I am blissing out at water yoga. There are just a few of us in class this day and things are particularly peaceful, the water heavenly warm, cradling me, taking me at once inside myself and outside myself, or more accurately outside my “life.” Wouldn’t it be something if this could be my life, instead, this peace, no phones, no computers, no demands, as my teacher would say, “nowhere to be, no one to be.”
I become a kinder, gentler person here. Moving slowly through poses that induce a deep, deep relaxation. Inhaling, exhaling, following my breath--as I expand my chest, I expand my heart, just as surely. Here in this house of compassion, this pool of compassion.
Perhaps the cold-hearted and hot-headed dictators of the world need to take a dip, I muse almost sleepily. No way everyone could do yoga like this and still do evil, is there?
We move to the shallow end of the pool for some of our standing poses, warrior poses, and we become women peace warriors, torsos erect, arms out on a flat plane, and we bend one knee and stretch into our peaceful power, fierce but graceful.
Every week we are as diverse a bunch as you can find, but today in particular this pool is like, well, a melting pot, or perhaps a rich stew, of abilities, of nationalities, of ages.
A new student who is blind learns to trust the water and the teacher and the foam noodle that supports her, and her daughter offers her some coaching while moving through the poses herself. Before class starts they circle around the interior of the small pool so she can feel its kidney shape.
Another woman with a hairline fracture on her foot sits in a chair on the apron of the pool, doing poses as best she can from her seated position.

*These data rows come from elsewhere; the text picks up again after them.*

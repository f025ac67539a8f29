"""Parts taken away, with everything that hangs on them."""

from collections.abc import Collection, Sequence
from dataclasses import dataclass, replace
from typing import Any

from modalview.model.ids import LISTS
from modalview.model.parts import End, Excitation, LoadCase, Machine, MeasuredPeak, Model

# An excitation is named with its machine.
ExcitationId = tuple[str, str]


def without(model: Model, ids: Collection[str | ExcitationId]) -> Model:
    """Return the model without some parts and without what would have no place or meaning any more.

    Parameters
    ----------
    ids : collection
        Ids of anything in the model's lists; an excitation is named (machine, excitation).

    Returns
    -------
    Model
        Also without the links of a removed body or support, supports that lose their last link, excitations
        at a removed part or that count its rotation, limits there, and changes of it in load cases. A
        machine whose speed was that of a removed body stays, without ``on`` and without orders of other
        bodies. A measured peak stays, for the machine has it all the same, without the place where it
        was measured. What stays untouched is the very same object.
    """
    gone = _gone(model, ids)
    changes: dict[str, Any] = {}
    for name in LISTS:
        old = getattr(model, name)
        change = _CHANGES.get(name, lambda part, _gone: part)
        new = tuple(change(part, gone) for part in old if part.id not in gone.parts)
        if name == "limits":
            new = tuple(one for one in new if not gone.holds(one.at))
        if not _same(old, new):
            changes[name] = new
    return replace(model, **changes) if changes else model


@dataclass(frozen=True, slots=True)
class _Gone:
    """What goes: ids of parts and records, and excitations by machine and id."""

    parts: frozenset[str]
    excitations: frozenset[ExcitationId]

    def holds(self, end: End | None) -> bool:
        """Tell whether an end stands on something that goes."""
        return end is not None and (end.body in self.parts or end.support in self.parts)


def _gone(model: Model, ids: Collection[str | ExcitationId]) -> _Gone:
    parts = {one for one in ids if isinstance(one, str)}
    gone = _Gone(frozenset(parts), frozenset(one for one in ids if not isinstance(one, str)))
    links = {one.id for one in model.links if gone.holds(one.from_) or gone.holds(one.to)} | parts
    lost: set[str | None] = set()
    kept: set[str | None] = set()
    for link in model.links:
        (lost if link.id in links else kept).update({link.from_.support, link.to.support})
    supports = {one.id for one in model.supports if one.id in lost and one.id not in kept}
    return replace(gone, parts=frozenset(parts | links | supports))


def _machine(machine: Machine, gone: _Gone) -> Machine:
    driven = machine.on in gone.parts
    excitations = tuple(
        one
        for one in machine.excitations
        if (machine.id, one.id) not in gone.excitations
        and not gone.holds(one.at)
        and not _uncounted(one, gone, driven=driven)
    )
    if not driven and len(excitations) == len(machine.excitations):
        return machine
    return replace(machine, on=None if driven else machine.on, excitations=excitations)


def _uncounted(excitation: Excitation, gone: _Gone, *, driven: bool) -> bool:
    """Tell whether nobody knows any more how fast the rotation is that an order counts."""
    return excitation.of is not None and (driven or excitation.of in gone.parts)


def _peak(peak: MeasuredPeak, gone: _Gone) -> MeasuredPeak:
    shape = tuple(point for point in peak.shape if not gone.holds(point.at))
    if gone.holds(peak.at):
        return replace(peak, at=None, direction=None, shape=shape)
    return peak if len(shape) == len(peak.shape) else replace(peak, shape=shape)


def _case(case: LoadCase, gone: _Gone) -> LoadCase:
    changes = tuple(change for change in case.changes if change.part not in gone.parts)
    return case if len(changes) == len(case.changes) else replace(case, changes=changes)


_CHANGES: dict[str, Any] = {"machines": _machine, "measured": _peak, "load_cases": _case}


def _same(old: Sequence[object], new: Sequence[object]) -> bool:
    return len(old) == len(new) and all(a is b for a, b in zip(old, new, strict=True))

Yet another woman on crutches arrives as class is nearly over, having gotten our new schedule mixed up. Our teacher welcomes her; we wait for her to make her way in and join us for the final floating relaxation exercise, so she doesn’t miss this very special time entirely. This place has its own personality, created by those who host it and those who find their way to it. Expansive always, compassionate always.
Our teacher herself lopes alongside as we go through our exercises, unable to come in because her arm is in a cast, but still casting her calming presence.
The water yoga is a home to all. People come sometimes for just one class, sometimes for a few on an extended visit from overseas, joining those of us who are local and who try and come every week. We have students speaking many languages; sometimes we have simultaneous Croatian to Italian to English interpretation and back around again. Other times it’s English to Hindi, or Spanish or French. We welcome men, too, but it’s been a while since a Y chromosome has been in the class, and we’ve settled into a circle of women.
I look back and laugh, remembering my arrival at my first class here. I’d left chaos at work, the traffic was a nightmare and I was late. I blew in the door grumpy, having decided there was no way I was going to do this again, for how crazy was it to become wildly stressed in order to attend something I came to for de-stressing? I almost hadn’t come in, as I was close to tears and the world felt like it was spinning out of control. And then I stepped into the water, and before an hour had passed I was hooked. Week after week, year after year, I step in and shed my cares, some weeks with greater difficulty than others, but that’s part of the practice, too, as much as the stretching and the breathing.